(Stored items)
-- Opening Marker --

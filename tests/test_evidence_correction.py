"""Capacity corrected to 25 °C against the standards' own rules, and what a test left
uncorrected does to the fade factor."""

import datetime as dt

import numpy as np
import pytest

from planner.evidence.correction import (
    capacity_at_25c,
    iec60896_capacity_at_25c,
    iec_lambda_per_k,
    ieee450_time_adjusted_at_25c,
    lithium_capacity_at_25c,
)
from planner.evidence.hierarchy import G_GRID, marginal_loglik, site_loglik
from planner.evidence.lives import PackCurve
from planner.evidence.observations import site_records
from planner.study.field_records import CapacityTest


# IEC 60896-21 rule C = Ca / (1 + λ(θ - 25)), λ = 0.006/K at 10-20 h, 0.01/K at 1-3 h
# (values read on a battery maker's support page quoting the standard; clause from memory).
@pytest.mark.parametrize("temp_c, rate_h, delivered, expected", [
    (15.0, 10.0, 0.94, 1.0),     # 10 K cold, 10 h: 6 % short
    (35.0, 10.0, 1.06, 1.0),     # 10 K warm, 10 h: 6 % over
    (15.0, 20.0, 0.94, 1.0),     # 20 h rate: same λ
    (15.0, 1.0, 0.90, 1.0),      # 1 h rate: λ = 0.01
    (5.0, 3.0, 0.80, 1.0),       # 3 h rate, 20 K cold: λ = 0.01
])
def test_iec60896_rule(temp_c, rate_h, delivered, expected):
    assert iec60896_capacity_at_25c(delivered, temp_c, rate_h) == pytest.approx(expected, abs=1e-12)


def test_iec_lambda_between_3_and_10_hours_lies_between_the_published_values():
    rates = np.array([3.0, 4.0, 5.0, 7.0, 10.0])
    lam = iec_lambda_per_k(rates)
    assert lam[0] == pytest.approx(0.01) and lam[-1] == pytest.approx(0.006)
    assert np.all(np.diff(lam) < 0)  # monotone from the short-rate to the long-rate value


# IEEE 450 time-adjusted method with the vented lead-acid factors of IEEE 485 Table 1
# (from memory; rows at 60, 50 and 40 °F confirmed by practitioner tables: 1.11, 1.19, 1.30).
@pytest.mark.parametrize("temp_f, factor", [(60.0, 1.11), (50.0, 1.19), (40.0, 1.30), (77.0, 1.0)])
def test_ieee450_time_adjusted_factors(temp_f, factor):
    temp_c = (temp_f - 32.0) * 5.0 / 9.0
    assert ieee450_time_adjusted_at_25c(1.0, temp_c) == pytest.approx(factor, abs=1e-9)


def test_ieee450_credits_a_warm_test():
    # a test above 25 °C delivers more than at 25 °C: corrected down (factor < 1)
    assert ieee450_time_adjusted_at_25c(1.0, 32.0) < 1.0


def test_lithium_uses_the_library_derating_curve():
    # chemistries.toml: LFP delivers 0.88 of its 25 °C capacity at 0 °C (from memory there)
    assert lithium_capacity_at_25c(0.88, 0.0, "lfp") == pytest.approx(1.0)
    assert lithium_capacity_at_25c(0.97, 30.0, "lfp") == pytest.approx(0.97)  # held above 25 °C
    assert capacity_at_25c(0.88, 0.0, 10.0, "lfp") == pytest.approx(1.0)


def test_lead_acid_rule_is_chosen_by_the_study_key():
    iec = capacity_at_25c(0.9, 15.0, 10.0, "vrla", "iec60896-21")
    ieee = capacity_at_25c(0.9, 15.0, 10.0, "vrla", "ieee450-time")
    assert iec == pytest.approx(0.9 / 0.94)
    assert ieee > iec  # the vented-cell table is the more temperature-sensitive


class _Site:
    id = "S-1"
    existing_capacity_wh = 1200.0
    system_voltage_v = 12.0
    existing_installed_year = 2020
    existing_soh_frac = 0.0
    charging = "pv"


def _test(row, day, pct, temp, corrected=False, kind="performance"):
    return CapacityTest(row=row, site_id="S-1", test_date=day, kind=kind, duration_h=10.0,
                        capacity_ah=None, capacity_pct=pct, start_temp_c=temp, corrected_to_25c=corrected,
                        rate_h=10.0, discharge_current_a=None, discharge_power_w=None,
                        end_voltage_v_per_cell=None, stopped_early=False, lowest_cell_v=None,
                        lowest_cell_id="", tested_pack_installed_year=None, notes="")


def _likeliest_factor(tests):
    """Factor of greatest likelihood (δ integrated against its prior) of an invented pack:
    linear predicted loss 3 %/year from installation in 2020."""
    months = np.arange(12 * 40 + 1)
    curve = PackCurve(0.03 * months / 12.0, np.zeros(months.size), 7.0, 0.8, 12.0)
    rec = site_records(_Site(), "vrla", curve, tests, None, start_year=2027, series_cells=6)
    lik = marginal_loglik(site_loglik(rec.observations))
    return float(np.exp(G_GRID[np.argmax(lik)]))


def test_a_test_left_uncorrected_10k_cold_moves_the_factor_by_the_lambda_rule():
    """Invented pack: linear predicted loss 3 %/year, true factor 1, acceptance test at
    100 %. After 5 years it holds 85 % at 25 °C; at 15 °C it delivers 0.85 x 0.94 (IEC
    60896-21, λ = 0.006 at 10 h). Read as if at 25 °C, the loss looks 0.85 x 0.06 larger:
    the factor rises by 0.051 / 0.15 = 0.34."""
    accept = _test(2, dt.date(2020, 1, 20), 100.0, 25.0)
    day = dt.date(2025, 1, 1)
    delivered = 100 * 0.85 * (1 + 0.006 * (15.0 - 25.0))
    right = _likeliest_factor([accept, _test(3, day, delivered, 15.0)])
    wrong = _likeliest_factor([accept, _test(3, day, delivered, 15.0, corrected=True)])
    age = (day - dt.date(2020, 1, 1)).days / 365.25
    assert right == pytest.approx(0.15 / (0.03 * age), rel=0.03)  # grid step 2 %
    assert wrong - right == pytest.approx(0.85 * 0.06 / (0.03 * age), rel=0.12)
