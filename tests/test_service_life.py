"""Service-life caps (chemistries.toml, overridden per study) and how the plan shows them.

Check values: the caps of the chemistry library (common practice: 15-20 year design life
of stationary lithium-ion products; Eurobat 10-12 year class for VRLA, from memory) and
the behaviour the planner promises (docs/study-file.md, [service_life]): a shorter cap
plans more replacements.
"""

import json
import shutil
from pathlib import Path

from click.testing import CliRunner

from planner.chemistry import CHEMISTRY_IDS, get_chemistry
from planner.cli import cli
from planner.designs.candidates import max_service_years

REPO = Path(__file__).resolve().parents[1]


def test_caps_come_from_the_library_with_a_source():
    # common practice: lithium-ion 15-20 years; from memory: VRLA 10-12 years.
    assert 15.0 <= max_service_years("lfp") <= 20.0
    assert 10.0 <= max_service_years("vrla") <= 12.0
    for chem_id in CHEMISTRY_IDS:
        assert get_chemistry(chem_id).sources["service_life_years"]
    assert max_service_years("lfp", 10.0) == 10.0


def _plan(tmp_path, extra: str) -> dict:
    shutil.copy(REPO / "scenarios" / "quick_sites.csv", tmp_path / "quick_sites.csv")
    text = (REPO / "scenarios" / "quick.toml").read_text(encoding="utf-8")
    text = text.replace('chemistries = ["vrla", "lfp", "nmc"]', 'chemistries = ["lfp"]')
    study = tmp_path / "study.toml"
    study.write_text(text + extra, encoding="utf-8")
    result = CliRunner().invoke(cli, ["--quiet", "plan", str(study), "--out",
                                      str(tmp_path / "p.xlsx"), "--json", str(tmp_path / "p.json")])
    assert result.exit_code == 0, result.output
    return json.loads((tmp_path / "p.json").read_text(encoding="utf-8"))


def test_a_ten_year_lfp_cap_plans_more_replacements(tmp_path):
    # A vendor's 10-year design life in the study ([service_life]) must bring the
    # replacements forward (quick study, 15-year horizon, LFP only).
    (tmp_path / "base").mkdir()
    (tmp_path / "capped").mkdir()
    base = _plan(tmp_path / "base", "")
    capped = _plan(tmp_path / "capped", "\n[service_life]\nlfp = 10\n")

    def count(plan):
        return sum(len(site["replacement_years"]) for site in plan["sites"])
    assert count(capped) > count(base)
    assert all(site["life_years"] <= 10.0 + 1e-9 for site in capped["sites"])
    assert capped["service_life_limited_sites"] >= 1
    rows = [r for r in capped["assumptions"] if r["name"] == "service-life limit lfp"]
    assert rows and rows[0]["value"] == 10.0 and rows[0]["source"] == "study file [service_life]"


def test_workbook_shows_the_cap_count_and_extrapolated_lives(tmp_path):
    # The Summary says how many sites the cap decides (docs/workbook.md); the Sites sheet marks
    # lives that lean on extrapolated laws (plan keys of docs/plan-json.md).
    import openpyxl

    plan = _plan(tmp_path, "\n[service_life]\nlfp = 10\n")
    book = openpyxl.load_workbook(tmp_path / "p.xlsx")
    summary = {row[0]: row[1] for row in book["Summary"].iter_rows(min_col=1, max_col=2,
                                                                      values_only=True)}
    assert summary["Sites whose life the service-life limit decides"] == \
        plan["service_life_limited_sites"]
    sites = book["Sites"]
    header = [c.value for c in sites[1]]
    column = header.index("Life extrapolated")
    by_id = {row[0]: row[column] for row in sites.iter_rows(min_row=2, values_only=True)}
    for site in plan["sites"]:
        assert isinstance(site["life_extrapolated"], bool)
        text = by_id[site["id"]]
        assert text.startswith("yes: ") == site["life_extrapolated"]
        if site["life_extrapolated"]:
            assert site["life_extrapolation_note"] in text
            assert any(w.startswith("life leans on extrapolated") for w in site["warnings"])
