"""One site's hourly world: load terms and charging source wiring."""

import numpy as np
import pytest

from planner.site.model import model_sites
from planner.study.loading import load_study


def test_load_terms_add_and_scale_by_month(tmp_path):
    # Definition of the load model (docs/energy.md): P[h] = m[month] x (constant + schedule[hour]
    # + file[h] + burst duty x burst power). Here: 1 W + 2 W for 12 h a day + 1.5 W from the
    # file, x1.5 in December -> mean 3.5 W, 1.5 x 3.5 W in December.
    (tmp_path / "load.csv").write_text("load_w\n" + "1.5\n" * 8760)
    schedule = ";".join(["0"] * 12 + ["2"] * 12)
    factors = ";".join(["1"] * 11 + ["1.5"])
    (tmp_path / "sites.csv").write_text(
        "id,region,climate,load_w,load_schedule_w,load_monthly_factors,load_file,charging,autonomy_days\n"
        f"A,r,hot-desert,1,{schedule},{factors},load.csv,mains,2\n")
    (tmp_path / "s.toml").write_text('[study]\nsites_file = "sites.csv"\n')
    model = model_sites(load_study(tmp_path / "s.toml"))[0]
    december = model.load_w[-31 * 24:]
    assert np.allclose(december.reshape(31, 24).mean(axis=1), 1.5 * 3.5)
    assert model.load_w[:24].mean() == pytest.approx(3.5)
    expected_daily = (3.5 * 24 * (365 - 31) + 1.5 * 3.5 * 24 * 31) / 365
    assert model.daily_load_wh == pytest.approx(expected_daily)


def test_snow_months_stop_pv_charging(tmp_path):
    # pv_snow_months: the array is taken as covered, so it offers no power those months
    # (common practice: a snow-covered module produces next to nothing).
    (tmp_path / "sites.csv").write_text(
        "id,region,climate,load_w,charging,pv_wp,pv_snow_months,autonomy_days\n"
        "A,r,alpine,1,pv,80,12-2,5\nB,r,alpine,1,pv,80,,5\n")
    (tmp_path / "s.toml").write_text('[study]\nsites_file = "sites.csv"\n')
    covered, open_sky = model_sites(load_study(tmp_path / "s.toml"))
    january = slice(0, 31 * 24)
    assert covered.charge_w[january].sum() == 0.0
    assert open_sky.charge_w[january].sum() > 0.0
    july = slice(181 * 24, 212 * 24)
    assert covered.charge_w[july].sum() == pytest.approx(open_sky.charge_w[july].sum())


def test_pv_sites_sharing_a_climate_scale_one_profile(tmp_path):
    # PVWatts DC power is proportional to the array nameplate pdc0 (pvlib pvwatts_dc:
    # P = E/1000 * pdc0 * (1 + gamma (T_cell - 25)); Dobos 2014, PVWatts Version 5 Manual,
    # NREL/TP-6A20-62641, eq. 1, from memory), so sites of one climate and orientation
    # share a per-watt profile; it must equal the site's own PVWatts run.
    from planner.energy.pv import pv_dc_power_w

    (tmp_path / "sites.csv").write_text(
        "id,region,climate,load_w,charging,pv_wp,autonomy_days\n"
        "A,r,mediterranean,1,pv,40,5\nB,r,mediterranean,1,pv,130,5\n")
    (tmp_path / "s.toml").write_text('[study]\nsites_file = "sites.csv"\n')
    models = model_sites(load_study(tmp_path / "s.toml"))
    for m in models:
        own = pv_dc_power_w(m.year, array_wp=m.site.pv_wp, tilt_deg=m.pv_tilt_deg,
                            azimuth_deg=m.pv_azimuth_deg)
        np.testing.assert_allclose(m.charge_w, own, rtol=1e-12, atol=1e-12)
    assert models[1].charge_w.sum() == pytest.approx(130 / 40 * models[0].charge_w.sum())
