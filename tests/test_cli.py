"""Command-line behaviour: help, version, exit codes, starter study.

The exit codes are the README's: 0 plan written, 2 bad input or usage
(the convention of click and of POSIX utilities for usage errors: common practice), 3 no
feasible plan.
"""

from pathlib import Path

import pytest
from click.testing import CliRunner

from planner import __version__
from planner.cli import cli
from planner.study.loading import load_study

REPO = Path(__file__).resolve().parents[1]


@pytest.fixture
def runner():
    return CliRunner()


def test_version(runner):
    result = runner.invoke(cli, ["--version"])
    assert result.exit_code == 0 and __version__ in result.output


@pytest.mark.parametrize("command", [[], ["plan"], ["new"], ["climate"], ["life"]])
def test_every_command_has_help_with_an_example(runner, command):
    result = runner.invoke(cli, [*command, "--help"])
    assert result.exit_code == 0, result.output
    assert "Example" in result.output


def test_unknown_command_is_a_usage_error(runner):
    result = runner.invoke(cli, ["planify"])
    assert result.exit_code == 2


def test_bad_study_exits_2_with_one_line_and_no_traceback(runner, tmp_path):
    study = tmp_path / "s.toml"
    study.write_text('[study]\nsites_file = "x.csv"\nhorizon_yaers = 3\n')
    result = runner.invoke(cli, ["plan", str(study), "--workers", "1"])
    assert result.exit_code == 2
    assert "s.toml: unknown key [study].horizon_yaers; did you mean 'horizon_years'?" in result.output
    assert "Traceback" not in result.output


def test_debug_flag_shows_traceback(runner, tmp_path):
    study = tmp_path / "s.toml"
    study.write_text("[study\n")
    result = runner.invoke(cli, ["--debug", "plan", str(study), "--workers", "1"])
    assert result.exit_code == 2
    assert "Traceback" in result.output


def test_new_writes_a_starter_that_validates(runner, tmp_path):
    target = tmp_path / "net"
    result = runner.invoke(cli, ["new", str(target)])
    assert result.exit_code == 0, result.output
    study = load_study(target / "study.toml")
    assert len(study.sites) == 2
    assert len(study.field_data.tests) == 2  # the example capacity tests
    # A second run must not overwrite the planner's files.
    again = runner.invoke(cli, ["new", str(target)])
    assert again.exit_code == 2 and "already exists" in again.output


SITES = "id,region,climate,load_w,charging,pv_wp,autonomy_days\n"


@pytest.mark.parametrize("toml, sites, expected", [
    ('horizon_years = 0', SITES + "A,r,alpine,2,pv,50,5\n", "[study].horizon_years = 0"),
    ('discount_rate_frac = 0.7', SITES + "A,r,alpine,2,pv,50,5\n", "[study].discount_rate_frac"),
    ('', SITES + "A,r,alpine,2,pv,50,0\n", "row 2, column autonomy_days"),
    ('', SITES + "A,r,alpine,2,pv,50,5\nA,r,alpine,2,pv,50,5\n", "duplicate site id 'A'"),
    ('', SITES, "no rows"),
    ('', SITES.replace("region", "regoin") + "A,r,alpine,2,pv,50,5\n", "did you mean 'region'"),
    ('[costs]\ntrip_cost = -1.0', SITES + "A,r,alpine,2,pv,50,5\n", "[costs].trip_cost"),
])
def test_each_class_of_bad_input_exits_2_with_its_line(runner, tmp_path, toml, sites, expected):
    (tmp_path / "sites.csv").write_text(sites)
    (tmp_path / "s.toml").write_text('[study]\nsites_file = "sites.csv"\n' + toml + "\n")
    result = runner.invoke(cli, ["plan", str(tmp_path / "s.toml"), "--workers", "1"])
    assert result.exit_code == 2
    lines = [line for line in result.output.splitlines() if line.strip()]
    # every mistake on a line of its own (a misspelt column is also a missing one)
    assert all(line.startswith("error: ") for line in lines) and any(expected in line for line in lines)
    assert "Traceback" not in result.output


def test_infeasible_study_exits_3_and_still_writes_the_workbook(runner, tmp_path):
    # README: exit 3 when no feasible plan exists; the report is still written.
    # Only primary cells are allowed, and a 2 W load is above what they are used for.
    (tmp_path / "sites.csv").write_text(SITES + "A,r,alpine,2,pv,50,5\n")
    (tmp_path / "s.toml").write_text('[study]\nsites_file = "sites.csv"\n'
                                     '[candidates]\nchemistries = ["lisocl2"]\n')
    out = tmp_path / "plan.xlsx"
    result = runner.invoke(cli, ["--quiet", "plan", str(tmp_path / "s.toml"), "--out", str(out), "--workers", "1"])
    assert result.exit_code == 3, result.output
    assert out.is_file()


def test_workers_must_be_a_whole_number_from_one(runner, tmp_path):
    # --workers N (README, docs/scaling.md): at least one process; a bad value is a usage
    # error, exit 2
    (tmp_path / "sites.csv").write_text(SITES + "A,r,alpine,2,pv,50,5\n")
    (tmp_path / "s.toml").write_text('[study]\nsites_file = "sites.csv"\n')
    result = runner.invoke(cli, ["plan", str(tmp_path / "s.toml"), "--workers", "0"])
    assert result.exit_code == 2 and "--workers" in result.output
    assert "Traceback" not in result.output


def _help_examples(runner, command) -> list[list[str]]:
    """Command lines under 'Example(s):' in a help text (continuation lines joined,
    '&&' chains split), without the leading 'planner'."""
    import shlex

    text = runner.invoke(cli, [*command, "--help"], terminal_width=200).output
    lines = text.split("Example", 1)[1].splitlines()[1:]
    examples = []
    for line in lines:
        stripped = line.strip()
        if not stripped:
            break
        if stripped.startswith("planner "):
            examples.append(stripped)
        elif examples:
            examples[-1] += " " + stripped
    return [shlex.split(part)[1:] for ex in examples for part in ex.split("&&")]


@pytest.mark.parametrize("command", [[], ["plan"], ["new"], ["climate"], ["life"]])
def test_every_help_example_runs(runner, command, tmp_path, monkeypatch):
    # Help texts promise these lines work as typed (from a checkout: scenarios/ at hand).
    import shutil

    shutil.copytree(REPO / "scenarios", tmp_path / "scenarios")
    monkeypatch.chdir(tmp_path)
    examples = _help_examples(runner, command)
    assert examples
    for args in examples:
        result = runner.invoke(cli, args)
        assert result.exit_code == 0, (args, result.output)


def test_quiet_and_debug_also_after_the_subcommand(runner, tmp_path, monkeypatch):
    import shutil

    shutil.copytree(REPO / "scenarios", tmp_path / "scenarios")
    monkeypatch.chdir(tmp_path)
    result = runner.invoke(cli, ["plan", "scenarios/quick.toml", "--quiet", "--out", "q.xlsx"])
    assert result.exit_code == 0, result.output
    assert "total present cost" not in result.output  # --quiet: no console summary
    loud = runner.invoke(cli, ["plan", "scenarios/quick.toml", "--out", "q.xlsx"])
    assert "total present cost" in loud.output
    study = tmp_path / "s.toml"
    study.write_text("[study\n")
    result = runner.invoke(cli, ["plan", str(study), "--debug"])
    assert result.exit_code == 2 and "Traceback" in result.output


def test_console_summary_speaks_the_readers_words():
    # The console summary describes partial coverage in words and shows what each
    # chemistry's cost is made of; the solver's status word stays in the JSON.
    import sys

    sys.path.insert(0, str(REPO / "tests"))
    from plan_fixture import make_plan

    from planner.cli.plan import _summary

    plan = make_plan(5)
    text = _summary(plan, "plan.xlsx")
    assert ("If Demo nickel oxide wherever it can serve: " in text
            and "serves 4 of 5 sites; S0000 keeps Demo iron phosphate" in text)
    assert "serves none of the 5 sites" in text
    assert "days off air" in text and "most of the difference to the plan: S0000" in text
    assert "infeasible" not in text and "optimal" not in text
    # what needs attention comes first, grouped by cause with its count and fix
    lines = text.splitlines()
    assert lines[1].startswith("  needs attention")
    assert lines.index(next(line for line in lines if "total present cost" in line)) > 1
    assert any(line.strip().startswith("fix: ") for line in lines)


def test_endless_study_files_are_refused_by_type(runner, tmp_path):
    # Read, "planner plan /dev/zero" or a FIFO would never end (memory runs out). Nodes
    # made here stand in for them (never real /dev paths); 1:5 is the Linux "zero" device
    # (Linux kernel documentation, admin-guide/devices.txt).
    import os
    import stat

    nodes = [tmp_path / "fifo.toml"]
    os.mkfifo(nodes[0])
    if os.geteuid() == 0:
        nodes.append(tmp_path / "zero.toml")
        os.mknod(nodes[1], stat.S_IFCHR | 0o666, os.makedev(1, 5))
    for node in nodes:
        result = runner.invoke(cli, ["plan", str(node)])
        assert result.exit_code == 2, result.output
        assert "not a regular file: expected a study file (TOML)" in result.output


def test_readme_exit_code_table_matches_the_commands():
    # The README's table is the contract scripts rely on: every code it lists is the one
    # planner.cli returns for that case, and exit 3 means a site cannot be served.
    import re

    from planner import cli as cli_module
    from planner.cli.plan import not_all_served

    text = (REPO / "README.md").read_text(encoding="utf-8")
    table = {}
    for codes, meaning in re.findall(r"^\| ([\d, ]+) \| (.+?) \|$", text, flags=re.M):
        for code in codes.split(","):
            table[code.strip()] = meaning
    assert set(table) == {"0", "2", "3", "4", "130", "143", "129"}
    assert cli_module.EXIT_OK == 0 and "every site is served" in table["0"]
    assert cli_module.EXIT_BAD_INPUT == 2 and "Bad input" in table["2"]
    assert cli_module.EXIT_INFEASIBLE == 3 and "cannot be served" in table["3"] and "1 %" in table["3"]
    assert cli_module.EXIT_WRITE_FAILED == 4 and cli_module.EXIT_INTERRUPTED == 130
    # the rule behind 3: a site no design serves, or one losing more than 1 % of its load
    served = {"sites": [{"id": "a", "daily_load_wh": 100.0, "unserved_wh_per_year": 300.0}],
              "solver": {"status": "optimal"}}  # 300 Wh of 36,500 Wh a year: 0.8 %
    assert not not_all_served(served)
    served["sites"][0]["unserved_wh_per_year"] = 400.0  # 1.1 %
    assert not_all_served(served)
    assert not_all_served({"sites": [{"id": "a"}], "unserved_sites": [{"id": "a"}], "solver": {}})


def test_plan_json_out_is_the_json_option():
    # 'planner life' and 'planner climate' write JSON with --json-out PATH; 'planner plan'
    # takes the same name beside its --json PATH.
    from planner.cli.plan import plan_command

    option = next(p for p in plan_command.params if p.name == "json_path")
    assert {"--json", "--json-out"} <= set(option.opts)


def test_starter_lists_what_the_sites_columns_accept(runner, tmp_path):
    # The starter's comments name every bundled climate, enclosure and charging kind, so
    # a user can fill the sites table without the docs.
    from planner.climate import list_bundled
    from planner.study.schema import SITE_COLUMNS

    assert runner.invoke(cli, ["new", str(tmp_path / "net")]).exit_code == 0
    text = (tmp_path / "net" / "study.toml").read_text()
    comments = [line for line in text.splitlines() if line.startswith("#")]
    for name, _ in list_bundled():
        assert any(line.startswith(f"#     {name}: ") for line in comments), name
    choices = {spec.name: spec.choices for spec in SITE_COLUMNS if spec.name in ("enclosure", "charging")}
    for column, ids in choices.items():
        assert any(line.startswith(f"#   {column}: {', '.join(ids)}") for line in comments), column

-- Closing Marker --

**Problem**
Locate the word "loud" in the records above, and return each line that has it.

**Solution**
    loud = runner.invoke(cli, ["plan", "scenarios/quick.toml", "--out", "q.xlsx"])
    assert "total present cost" in loud.output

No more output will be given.